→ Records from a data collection
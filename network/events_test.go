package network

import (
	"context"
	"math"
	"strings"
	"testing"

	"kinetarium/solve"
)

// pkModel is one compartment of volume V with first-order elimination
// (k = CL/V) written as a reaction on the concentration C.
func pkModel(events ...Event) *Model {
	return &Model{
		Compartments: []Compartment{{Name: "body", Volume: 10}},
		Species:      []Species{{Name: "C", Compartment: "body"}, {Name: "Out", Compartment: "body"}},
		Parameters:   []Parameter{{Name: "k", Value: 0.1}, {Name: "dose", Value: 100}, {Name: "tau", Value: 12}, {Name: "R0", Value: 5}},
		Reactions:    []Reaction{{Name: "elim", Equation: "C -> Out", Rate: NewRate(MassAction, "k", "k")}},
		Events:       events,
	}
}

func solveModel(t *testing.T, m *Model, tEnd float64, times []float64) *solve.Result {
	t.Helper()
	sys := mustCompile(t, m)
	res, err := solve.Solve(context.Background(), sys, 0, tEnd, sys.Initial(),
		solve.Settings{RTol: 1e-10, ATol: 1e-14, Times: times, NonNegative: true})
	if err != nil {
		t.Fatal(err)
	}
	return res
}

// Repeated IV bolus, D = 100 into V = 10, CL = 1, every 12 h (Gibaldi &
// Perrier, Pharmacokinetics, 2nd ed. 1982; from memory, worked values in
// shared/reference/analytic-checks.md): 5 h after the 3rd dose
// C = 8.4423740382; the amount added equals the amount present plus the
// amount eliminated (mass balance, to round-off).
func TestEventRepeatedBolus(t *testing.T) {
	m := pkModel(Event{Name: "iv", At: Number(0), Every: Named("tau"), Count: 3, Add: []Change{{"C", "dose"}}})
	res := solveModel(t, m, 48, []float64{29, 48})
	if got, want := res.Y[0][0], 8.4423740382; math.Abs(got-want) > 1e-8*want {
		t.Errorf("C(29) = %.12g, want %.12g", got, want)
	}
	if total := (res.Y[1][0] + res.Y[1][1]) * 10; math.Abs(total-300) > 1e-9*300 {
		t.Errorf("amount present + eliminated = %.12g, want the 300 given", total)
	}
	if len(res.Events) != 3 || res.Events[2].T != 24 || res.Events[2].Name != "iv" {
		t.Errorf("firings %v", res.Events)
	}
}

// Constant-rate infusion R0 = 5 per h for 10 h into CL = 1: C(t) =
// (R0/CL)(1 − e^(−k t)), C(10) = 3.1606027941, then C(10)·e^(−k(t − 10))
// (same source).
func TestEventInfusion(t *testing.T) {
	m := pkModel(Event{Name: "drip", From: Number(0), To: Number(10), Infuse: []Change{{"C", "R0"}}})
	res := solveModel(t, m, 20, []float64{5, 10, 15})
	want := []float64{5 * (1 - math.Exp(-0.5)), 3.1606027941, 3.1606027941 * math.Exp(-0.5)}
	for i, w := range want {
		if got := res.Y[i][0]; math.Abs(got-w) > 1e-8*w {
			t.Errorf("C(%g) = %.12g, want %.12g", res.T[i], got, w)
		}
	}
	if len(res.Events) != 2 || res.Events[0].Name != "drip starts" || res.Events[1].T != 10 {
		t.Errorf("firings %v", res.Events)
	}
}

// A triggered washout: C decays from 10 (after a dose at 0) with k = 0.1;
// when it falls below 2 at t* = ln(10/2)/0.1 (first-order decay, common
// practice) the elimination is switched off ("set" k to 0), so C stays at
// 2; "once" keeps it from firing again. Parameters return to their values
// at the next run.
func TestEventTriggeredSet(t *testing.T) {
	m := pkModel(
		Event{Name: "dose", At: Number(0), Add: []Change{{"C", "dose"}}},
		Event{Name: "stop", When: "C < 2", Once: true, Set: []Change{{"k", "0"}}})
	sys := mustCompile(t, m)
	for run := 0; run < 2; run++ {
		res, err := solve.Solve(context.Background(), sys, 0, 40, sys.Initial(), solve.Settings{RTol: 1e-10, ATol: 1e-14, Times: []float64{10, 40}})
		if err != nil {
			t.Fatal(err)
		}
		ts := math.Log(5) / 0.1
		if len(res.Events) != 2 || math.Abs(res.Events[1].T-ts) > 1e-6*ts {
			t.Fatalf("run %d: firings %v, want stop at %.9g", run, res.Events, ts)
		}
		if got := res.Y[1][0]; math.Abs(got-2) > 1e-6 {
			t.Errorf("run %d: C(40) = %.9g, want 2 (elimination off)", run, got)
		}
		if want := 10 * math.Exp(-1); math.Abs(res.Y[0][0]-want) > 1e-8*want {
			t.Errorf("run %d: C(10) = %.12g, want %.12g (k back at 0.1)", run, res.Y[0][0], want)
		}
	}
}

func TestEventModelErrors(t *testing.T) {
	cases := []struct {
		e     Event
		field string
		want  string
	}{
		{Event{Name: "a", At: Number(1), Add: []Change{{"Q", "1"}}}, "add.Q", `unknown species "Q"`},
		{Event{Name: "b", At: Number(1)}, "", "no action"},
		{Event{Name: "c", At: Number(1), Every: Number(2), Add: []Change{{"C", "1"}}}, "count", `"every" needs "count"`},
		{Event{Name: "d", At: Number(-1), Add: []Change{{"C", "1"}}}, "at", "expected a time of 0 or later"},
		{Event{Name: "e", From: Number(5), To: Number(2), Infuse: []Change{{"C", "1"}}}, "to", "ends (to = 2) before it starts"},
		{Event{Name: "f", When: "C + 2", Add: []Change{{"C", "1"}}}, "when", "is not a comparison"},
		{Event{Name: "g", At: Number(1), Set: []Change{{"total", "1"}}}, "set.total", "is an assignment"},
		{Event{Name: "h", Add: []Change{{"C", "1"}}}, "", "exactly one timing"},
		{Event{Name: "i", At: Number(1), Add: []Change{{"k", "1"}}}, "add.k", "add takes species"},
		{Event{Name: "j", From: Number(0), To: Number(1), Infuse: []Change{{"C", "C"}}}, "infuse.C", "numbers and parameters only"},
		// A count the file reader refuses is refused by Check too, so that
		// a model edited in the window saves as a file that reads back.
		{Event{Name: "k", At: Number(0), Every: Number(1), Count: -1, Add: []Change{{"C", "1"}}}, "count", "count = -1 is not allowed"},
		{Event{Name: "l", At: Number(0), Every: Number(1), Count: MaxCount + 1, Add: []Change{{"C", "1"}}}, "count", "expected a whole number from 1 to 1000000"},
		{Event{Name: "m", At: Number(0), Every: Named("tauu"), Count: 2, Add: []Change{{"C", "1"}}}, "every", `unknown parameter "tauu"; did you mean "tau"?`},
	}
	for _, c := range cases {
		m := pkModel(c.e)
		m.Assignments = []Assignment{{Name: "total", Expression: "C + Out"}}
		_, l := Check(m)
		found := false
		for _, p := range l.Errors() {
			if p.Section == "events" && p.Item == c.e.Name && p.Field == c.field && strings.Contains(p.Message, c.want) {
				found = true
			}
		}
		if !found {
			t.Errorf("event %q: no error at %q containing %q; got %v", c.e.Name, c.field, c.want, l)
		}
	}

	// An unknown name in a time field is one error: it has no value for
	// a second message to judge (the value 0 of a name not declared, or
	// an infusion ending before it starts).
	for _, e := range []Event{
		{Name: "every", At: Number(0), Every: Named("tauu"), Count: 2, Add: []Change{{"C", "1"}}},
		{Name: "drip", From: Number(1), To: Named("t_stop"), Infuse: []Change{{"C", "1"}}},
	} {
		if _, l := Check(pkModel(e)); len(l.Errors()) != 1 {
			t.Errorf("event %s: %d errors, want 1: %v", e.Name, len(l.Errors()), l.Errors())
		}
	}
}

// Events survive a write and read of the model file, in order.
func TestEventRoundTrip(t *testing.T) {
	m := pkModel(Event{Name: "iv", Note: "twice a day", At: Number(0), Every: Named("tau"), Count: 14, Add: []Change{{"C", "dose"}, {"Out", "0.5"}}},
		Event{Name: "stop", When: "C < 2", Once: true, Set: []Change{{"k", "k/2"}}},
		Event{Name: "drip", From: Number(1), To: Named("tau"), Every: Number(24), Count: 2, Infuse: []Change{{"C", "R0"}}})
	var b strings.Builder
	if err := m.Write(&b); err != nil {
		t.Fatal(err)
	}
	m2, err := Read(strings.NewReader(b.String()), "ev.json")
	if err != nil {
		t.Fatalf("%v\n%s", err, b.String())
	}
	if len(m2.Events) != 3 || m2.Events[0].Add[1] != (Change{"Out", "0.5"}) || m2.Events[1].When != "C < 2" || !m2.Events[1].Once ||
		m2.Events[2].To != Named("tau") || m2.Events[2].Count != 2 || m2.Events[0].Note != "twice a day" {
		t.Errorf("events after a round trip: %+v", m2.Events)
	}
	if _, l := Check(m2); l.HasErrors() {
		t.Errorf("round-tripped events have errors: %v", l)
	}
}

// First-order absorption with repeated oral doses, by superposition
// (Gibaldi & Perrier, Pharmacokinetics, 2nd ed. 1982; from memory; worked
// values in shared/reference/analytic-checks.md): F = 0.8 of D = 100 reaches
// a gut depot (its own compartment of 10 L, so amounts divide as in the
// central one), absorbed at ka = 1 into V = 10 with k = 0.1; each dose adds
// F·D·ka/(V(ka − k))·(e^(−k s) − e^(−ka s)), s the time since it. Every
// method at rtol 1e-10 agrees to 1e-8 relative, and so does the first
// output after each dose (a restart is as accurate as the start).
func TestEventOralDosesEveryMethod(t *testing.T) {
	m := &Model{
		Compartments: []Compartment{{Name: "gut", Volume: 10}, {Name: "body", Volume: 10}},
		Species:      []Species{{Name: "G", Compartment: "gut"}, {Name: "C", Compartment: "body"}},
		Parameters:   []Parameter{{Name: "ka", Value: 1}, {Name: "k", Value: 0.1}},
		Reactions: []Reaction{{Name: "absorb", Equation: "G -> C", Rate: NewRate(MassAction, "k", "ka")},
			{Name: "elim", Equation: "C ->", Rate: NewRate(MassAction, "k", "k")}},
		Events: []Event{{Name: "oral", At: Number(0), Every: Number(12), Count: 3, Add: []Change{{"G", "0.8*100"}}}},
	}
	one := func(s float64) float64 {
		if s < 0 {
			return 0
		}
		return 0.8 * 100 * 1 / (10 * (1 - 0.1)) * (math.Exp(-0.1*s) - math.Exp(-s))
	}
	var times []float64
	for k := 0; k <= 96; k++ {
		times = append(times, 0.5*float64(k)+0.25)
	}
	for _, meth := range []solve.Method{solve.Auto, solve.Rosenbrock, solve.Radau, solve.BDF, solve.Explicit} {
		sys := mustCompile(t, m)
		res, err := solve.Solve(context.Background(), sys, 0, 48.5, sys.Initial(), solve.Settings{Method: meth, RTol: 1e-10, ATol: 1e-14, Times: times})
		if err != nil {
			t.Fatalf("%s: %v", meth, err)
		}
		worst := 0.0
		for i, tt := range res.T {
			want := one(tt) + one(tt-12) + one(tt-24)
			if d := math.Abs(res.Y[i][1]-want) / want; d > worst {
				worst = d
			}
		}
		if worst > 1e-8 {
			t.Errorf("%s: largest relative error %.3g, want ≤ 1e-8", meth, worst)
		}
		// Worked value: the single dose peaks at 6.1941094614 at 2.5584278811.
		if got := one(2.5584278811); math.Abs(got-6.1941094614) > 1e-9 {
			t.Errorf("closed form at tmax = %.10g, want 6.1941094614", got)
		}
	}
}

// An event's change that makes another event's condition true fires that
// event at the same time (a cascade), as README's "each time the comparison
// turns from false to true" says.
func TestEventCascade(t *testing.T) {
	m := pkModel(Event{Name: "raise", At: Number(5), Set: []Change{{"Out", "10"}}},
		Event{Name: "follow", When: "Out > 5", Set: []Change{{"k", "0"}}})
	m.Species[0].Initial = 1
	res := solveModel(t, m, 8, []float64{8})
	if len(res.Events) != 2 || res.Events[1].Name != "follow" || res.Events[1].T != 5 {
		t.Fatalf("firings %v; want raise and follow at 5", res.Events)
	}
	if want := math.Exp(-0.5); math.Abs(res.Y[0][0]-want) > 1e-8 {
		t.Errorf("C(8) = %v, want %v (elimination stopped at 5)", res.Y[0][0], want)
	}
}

→ WHAT NEEDS TO BE DONE
In the records above, find the line with "func pkModel(events ...Event)"; write out exactly that line and each one after it, stopping after the line with "the 3rd dose".

→ FINAL ANSWER
func pkModel(events ...Event) *Model {
	return &Model{
		Compartments: []Compartment{{Name: "body", Volume: 10}},
		Species:      []Species{{Name: "C", Compartment: "body"}, {Name: "Out", Compartment: "body"}},
		Parameters:   []Parameter{{Name: "k", Value: 0.1}, {Name: "dose", Value: 100}, {Name: "tau", Value: 12}, {Name: "R0", Value: 5}},
		Reactions:    []Reaction{{Name: "elim", Equation: "C -> Out", Rate: NewRate(MassAction, "k", "k")}},
		Events:       events,
	}
}

func solveModel(t *testing.T, m *Model, tEnd float64, times []float64) *solve.Result {
	t.Helper()
	sys := mustCompile(t, m)
	res, err := solve.Solve(context.Background(), sys, 0, tEnd, sys.Initial(),
		solve.Settings{RTol: 1e-10, ATol: 1e-14, Times: times, NonNegative: true})
	if err != nil {
		t.Fatal(err)
	}
	return res
}

// Repeated IV bolus, D = 100 into V = 10, CL = 1, every 12 h (Gibaldi &
// Perrier, Pharmacokinetics, 2nd ed. 1982; from memory, worked values in
// shared/reference/analytic-checks.md): 5 h after the 3rd dose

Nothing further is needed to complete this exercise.